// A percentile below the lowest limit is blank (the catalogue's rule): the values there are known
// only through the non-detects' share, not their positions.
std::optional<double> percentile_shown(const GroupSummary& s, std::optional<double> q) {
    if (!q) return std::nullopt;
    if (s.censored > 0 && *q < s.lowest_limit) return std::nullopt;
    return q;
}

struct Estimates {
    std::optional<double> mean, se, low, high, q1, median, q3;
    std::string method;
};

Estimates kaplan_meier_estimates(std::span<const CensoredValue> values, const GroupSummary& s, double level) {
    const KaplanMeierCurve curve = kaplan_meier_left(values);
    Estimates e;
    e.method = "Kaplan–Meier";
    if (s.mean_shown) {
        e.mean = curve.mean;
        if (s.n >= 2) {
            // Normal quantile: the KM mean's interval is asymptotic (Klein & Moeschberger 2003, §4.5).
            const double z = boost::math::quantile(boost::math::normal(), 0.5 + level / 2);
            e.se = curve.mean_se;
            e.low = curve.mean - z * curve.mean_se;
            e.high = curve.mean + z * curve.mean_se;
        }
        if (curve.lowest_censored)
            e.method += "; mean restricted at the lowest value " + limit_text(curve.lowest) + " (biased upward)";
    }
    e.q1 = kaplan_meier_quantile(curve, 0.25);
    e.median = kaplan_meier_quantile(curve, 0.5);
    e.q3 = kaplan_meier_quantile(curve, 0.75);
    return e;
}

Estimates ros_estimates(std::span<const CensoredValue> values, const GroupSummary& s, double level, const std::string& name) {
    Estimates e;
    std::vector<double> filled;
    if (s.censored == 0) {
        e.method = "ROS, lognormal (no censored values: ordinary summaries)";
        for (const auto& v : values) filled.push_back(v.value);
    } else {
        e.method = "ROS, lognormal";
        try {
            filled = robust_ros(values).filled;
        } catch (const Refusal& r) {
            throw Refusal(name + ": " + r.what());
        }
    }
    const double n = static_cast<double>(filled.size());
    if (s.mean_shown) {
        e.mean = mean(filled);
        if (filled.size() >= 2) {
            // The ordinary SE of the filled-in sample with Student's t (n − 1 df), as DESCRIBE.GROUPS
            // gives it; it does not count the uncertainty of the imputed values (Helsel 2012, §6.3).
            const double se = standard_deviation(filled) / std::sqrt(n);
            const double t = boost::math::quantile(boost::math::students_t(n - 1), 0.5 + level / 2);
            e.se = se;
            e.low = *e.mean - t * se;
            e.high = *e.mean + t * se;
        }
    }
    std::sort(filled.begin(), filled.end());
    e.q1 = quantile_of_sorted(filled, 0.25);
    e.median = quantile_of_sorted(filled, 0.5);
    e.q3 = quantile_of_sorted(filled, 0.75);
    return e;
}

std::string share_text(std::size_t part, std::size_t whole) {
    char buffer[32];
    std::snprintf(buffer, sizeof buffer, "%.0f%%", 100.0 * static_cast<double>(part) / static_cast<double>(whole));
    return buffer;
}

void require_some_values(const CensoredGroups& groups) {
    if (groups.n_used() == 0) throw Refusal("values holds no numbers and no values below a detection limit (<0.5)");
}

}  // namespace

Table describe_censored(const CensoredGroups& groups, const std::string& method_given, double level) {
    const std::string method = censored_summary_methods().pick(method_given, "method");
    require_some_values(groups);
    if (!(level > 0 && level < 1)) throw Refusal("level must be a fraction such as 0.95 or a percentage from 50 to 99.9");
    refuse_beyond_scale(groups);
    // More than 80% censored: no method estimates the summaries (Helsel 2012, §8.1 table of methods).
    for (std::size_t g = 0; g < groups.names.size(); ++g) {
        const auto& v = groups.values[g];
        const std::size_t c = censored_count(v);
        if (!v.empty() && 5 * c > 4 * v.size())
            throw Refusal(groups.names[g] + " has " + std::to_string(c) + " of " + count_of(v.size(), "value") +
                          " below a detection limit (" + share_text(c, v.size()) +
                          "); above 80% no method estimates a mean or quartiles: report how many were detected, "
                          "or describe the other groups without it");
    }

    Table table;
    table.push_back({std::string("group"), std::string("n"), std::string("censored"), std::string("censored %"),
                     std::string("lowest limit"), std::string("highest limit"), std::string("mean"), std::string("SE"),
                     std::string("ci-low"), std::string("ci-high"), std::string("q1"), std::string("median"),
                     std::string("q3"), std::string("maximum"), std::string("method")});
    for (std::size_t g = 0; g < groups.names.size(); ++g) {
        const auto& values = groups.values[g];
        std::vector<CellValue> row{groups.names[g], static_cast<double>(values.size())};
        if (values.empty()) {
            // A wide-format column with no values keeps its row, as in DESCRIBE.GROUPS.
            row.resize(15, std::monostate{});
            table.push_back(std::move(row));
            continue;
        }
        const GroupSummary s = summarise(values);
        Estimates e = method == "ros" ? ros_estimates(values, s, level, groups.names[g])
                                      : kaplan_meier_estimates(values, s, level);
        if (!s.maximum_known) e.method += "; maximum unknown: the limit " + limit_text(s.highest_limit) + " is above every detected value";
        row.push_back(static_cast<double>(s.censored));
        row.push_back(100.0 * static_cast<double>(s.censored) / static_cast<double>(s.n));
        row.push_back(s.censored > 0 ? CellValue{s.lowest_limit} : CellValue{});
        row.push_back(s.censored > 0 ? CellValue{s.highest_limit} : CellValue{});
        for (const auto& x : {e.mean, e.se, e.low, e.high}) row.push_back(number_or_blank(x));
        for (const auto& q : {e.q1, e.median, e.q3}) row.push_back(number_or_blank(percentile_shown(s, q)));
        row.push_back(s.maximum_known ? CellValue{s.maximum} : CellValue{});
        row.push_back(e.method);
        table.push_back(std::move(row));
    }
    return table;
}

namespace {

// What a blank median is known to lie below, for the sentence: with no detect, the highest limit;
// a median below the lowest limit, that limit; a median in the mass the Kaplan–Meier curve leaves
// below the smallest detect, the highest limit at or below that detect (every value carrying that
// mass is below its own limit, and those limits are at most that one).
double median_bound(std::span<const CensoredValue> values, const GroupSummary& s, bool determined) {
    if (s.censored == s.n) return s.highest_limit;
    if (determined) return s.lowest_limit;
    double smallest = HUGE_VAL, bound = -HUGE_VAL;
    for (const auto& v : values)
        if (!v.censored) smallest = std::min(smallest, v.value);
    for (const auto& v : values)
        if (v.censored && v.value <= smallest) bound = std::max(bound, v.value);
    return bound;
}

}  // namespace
*-*-*
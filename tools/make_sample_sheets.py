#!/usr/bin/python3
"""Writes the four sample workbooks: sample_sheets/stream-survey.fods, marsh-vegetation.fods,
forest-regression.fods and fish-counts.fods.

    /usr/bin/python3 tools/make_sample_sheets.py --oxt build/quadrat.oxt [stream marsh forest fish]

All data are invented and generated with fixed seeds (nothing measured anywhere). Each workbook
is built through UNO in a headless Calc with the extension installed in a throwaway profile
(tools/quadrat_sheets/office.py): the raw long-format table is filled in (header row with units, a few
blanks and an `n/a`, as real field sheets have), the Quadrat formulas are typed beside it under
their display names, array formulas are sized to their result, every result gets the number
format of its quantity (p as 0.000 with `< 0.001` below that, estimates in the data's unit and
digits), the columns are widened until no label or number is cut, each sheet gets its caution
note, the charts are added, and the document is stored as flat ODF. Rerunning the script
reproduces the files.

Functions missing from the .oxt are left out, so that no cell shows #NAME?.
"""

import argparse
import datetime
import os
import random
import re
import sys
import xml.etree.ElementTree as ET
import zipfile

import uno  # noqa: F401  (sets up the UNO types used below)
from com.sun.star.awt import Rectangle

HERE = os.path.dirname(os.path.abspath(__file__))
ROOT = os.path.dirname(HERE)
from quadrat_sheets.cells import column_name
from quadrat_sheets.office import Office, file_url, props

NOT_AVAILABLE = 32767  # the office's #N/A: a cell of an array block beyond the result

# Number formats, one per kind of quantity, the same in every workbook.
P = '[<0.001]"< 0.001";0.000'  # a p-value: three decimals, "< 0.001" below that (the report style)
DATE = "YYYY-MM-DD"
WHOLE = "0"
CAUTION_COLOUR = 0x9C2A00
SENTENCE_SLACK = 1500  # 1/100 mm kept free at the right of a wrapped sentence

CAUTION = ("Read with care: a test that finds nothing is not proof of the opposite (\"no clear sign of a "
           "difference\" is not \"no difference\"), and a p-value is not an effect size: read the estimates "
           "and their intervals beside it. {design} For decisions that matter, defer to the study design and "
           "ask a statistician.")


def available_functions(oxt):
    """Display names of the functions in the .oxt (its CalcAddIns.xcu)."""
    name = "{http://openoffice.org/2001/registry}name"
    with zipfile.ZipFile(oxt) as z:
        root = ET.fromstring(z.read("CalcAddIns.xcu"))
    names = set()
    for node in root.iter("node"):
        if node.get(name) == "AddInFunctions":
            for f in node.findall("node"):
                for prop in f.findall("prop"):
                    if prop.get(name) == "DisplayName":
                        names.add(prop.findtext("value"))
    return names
*-*-*
__The task__: Among the lines above, return those that hold the word "report".

__Solution to this exercise__:
                          "); above 80% no method estimates a mean or quartiles: report how many were detected, "
P = '[<0.001]"< 0.001";0.000'  # a p-value: three decimals, "< 0.001" below that (the report style)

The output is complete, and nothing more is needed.